Given entries section start
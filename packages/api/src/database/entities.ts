import { AuditTrailEntity } from '../common/audit/audit-trail.entity.js';
import { IdempotencyKeyEntity } from '../common/idempotency/idempotency-key.entity.js';
import { OutboxEntity } from '../common/mail/outbox.entity.js';
import { MailTokenEntity } from '../features/accounts/mail-token.entity.js';
import { RefreshTokenEntity } from '../features/accounts/refresh-token.entity.js';
import { SessionEntity } from '../features/accounts/session.entity.js';
import { SignUpEntity } from '../features/accounts/sign-up.entity.js';
import { UserEntity } from '../features/accounts/user.entity.js';
import { BuildCrewEntity } from '../features/builds/build-crew.entity.js';
import { BuildEntity } from '../features/builds/build.entity.js';
import { EntryEntity } from '../features/builds/entry.entity.js';
import { OpenItemEntity } from '../features/builds/open-item.entity.js';
import { StepProgressEntity } from '../features/builds/step-progress.entity.js';
import { ChapterEntity } from '../features/chapters/chapter.entity.js';
import { MembershipEntity } from '../features/chapters/membership.entity.js';
import { EndorsementEntity } from '../features/endorsements/endorsement.entity.js';
import { FixEntity } from '../features/fixes/fix.entity.js';
import { ObjectionEntity } from '../features/fixes/objection.entity.js';
import { HoleLineEntity } from '../features/kits/hole-line.entity.js';
import { KitChapterEntity } from '../features/kits/kit-chapter.entity.js';
import { KitEntity } from '../features/kits/kit.entity.js';
import { PartEntity } from '../features/kits/part.entity.js';
import { SectionEntity } from '../features/kits/section.entity.js';
import { StepEntity } from '../features/kits/step.entity.js';
import { NoticeEntity } from '../features/notices/notice.entity.js';
import { PhotoUseEntity } from '../features/photos/photo-use.entity.js';
import { PhotoEntity } from '../features/photos/photo.entity.js';
import { CompletionEntity } from '../features/questions/completion.entity.js';
import { QuestionEventEntity } from '../features/questions/question-event.entity.js';
import { QuestionNumberEntity } from '../features/questions/question-number.entity.js';
import { QuestionSeenEntity } from '../features/questions/question-seen.entity.js';
import { QuestionEntity } from '../features/questions/question.entity.js';
import { ReferralEntity } from '../features/questions/referral.entity.js';
import { SearchDocEntity } from '../features/search/search-doc.entity.js';

/** Every table there is; the drift spec holds them against the migrations. */
export const entities = [
  AuditTrailEntity,
  IdempotencyKeyEntity,
  OutboxEntity,
  MailTokenEntity,
  RefreshTokenEntity,
  SessionEntity,
  SignUpEntity,
  UserEntity,
  BuildCrewEntity,
  BuildEntity,
  EntryEntity,
  OpenItemEntity,
  StepProgressEntity,
  ChapterEntity,
  MembershipEntity,
  EndorsementEntity,
  FixEntity,
  ObjectionEntity,
  HoleLineEntity,
  KitChapterEntity,
  KitEntity,
  PartEntity,
  SectionEntity,
  StepEntity,
  NoticeEntity,
  PhotoUseEntity,
  PhotoEntity,
  CompletionEntity,
  QuestionEventEntity,
  QuestionNumberEntity,
  QuestionSeenEntity,
  QuestionEntity,
  ReferralEntity,
  SearchDocEntity,
];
Given entries section end
What you should do: If a line of the entries above holds the word "BuildCrewEntity", count it; report only how many such lines there are.

Solution for this task: 2